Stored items

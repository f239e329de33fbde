import type { ReactNode } from 'react'
import { classNames } from '@/components/ui/class-names'

interface PictureTextProps {
  x: number
  y: number
  anchor: 'start' | 'middle' | 'end'
  /** Colour; the soft one unless given. */
  className?: string
  /** In a square drawing, which a phone shows at nearly its full size, letters stay as they are. */
  isSquare?: boolean
  /** Left out on a phone, where the drawing is half as wide and its letters therefore twice as large. */
  isOptional?: boolean
  children: ReactNode
}

/** Letters in a drawing; they grow, in the drawing's units, as the drawing shrinks. */
export function PictureText({
  x,
  y,
  anchor,
  className = 'fill-soft',
  isSquare = false,
  isOptional = false,
  children,
}: PictureTextProps) {
  return (
    <text
      x={x}
      y={y}
      textAnchor={anchor}
      paintOrder="stroke"
      strokeWidth="4"
      strokeLinejoin="round"
      className={classNames(
        'stroke-card font-mono',
        isSquare ? 'text-[14px]' : 'text-[12.5px] max-sm:text-[21px]',
        isOptional && 'max-sm:hidden',
        className,
      )}
    >
      {children}
    </text>
  )
}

[What you will do]: Now that the records have been shown, restate each one word for word.

[Exercise output]:
repository f239e329de33fbde
import type { ReactNode } from 'react'
import { classNames } from '@/components/ui/class-names'

interface PictureTextProps {
  x: number
  y: number
  anchor: 'start' | 'middle' | 'end'
  /** Colour; the soft one unless given. */
  className?: string
  /** In a square drawing, which a phone shows at nearly its full size, letters stay as they are. */
  isSquare?: boolean
  /** Left out on a phone, where the drawing is half as wide and its letters therefore twice as large. */
  isOptional?: boolean
  children: ReactNode
}

/** Letters in a drawing; they grow, in the drawing's units, as the drawing shrinks. */
export function PictureText({
  x,
  y,
  anchor,
  className = 'fill-soft',
  isSquare = false,
  isOptional = false,
  children,
}: PictureTextProps) {
  return (
    <text
      x={x}
      y={y}
      textAnchor={anchor}
      paintOrder="stroke"
      strokeWidth="4"
      strokeLinejoin="round"
      className={classNames(
        'stroke-card font-mono',
        isSquare ? 'text-[14px]' : 'text-[12.5px] max-sm:text-[21px]',
        isOptional && 'max-sm:hidden',
        className,
      )}
    >
      {children}
    </text>
  )
}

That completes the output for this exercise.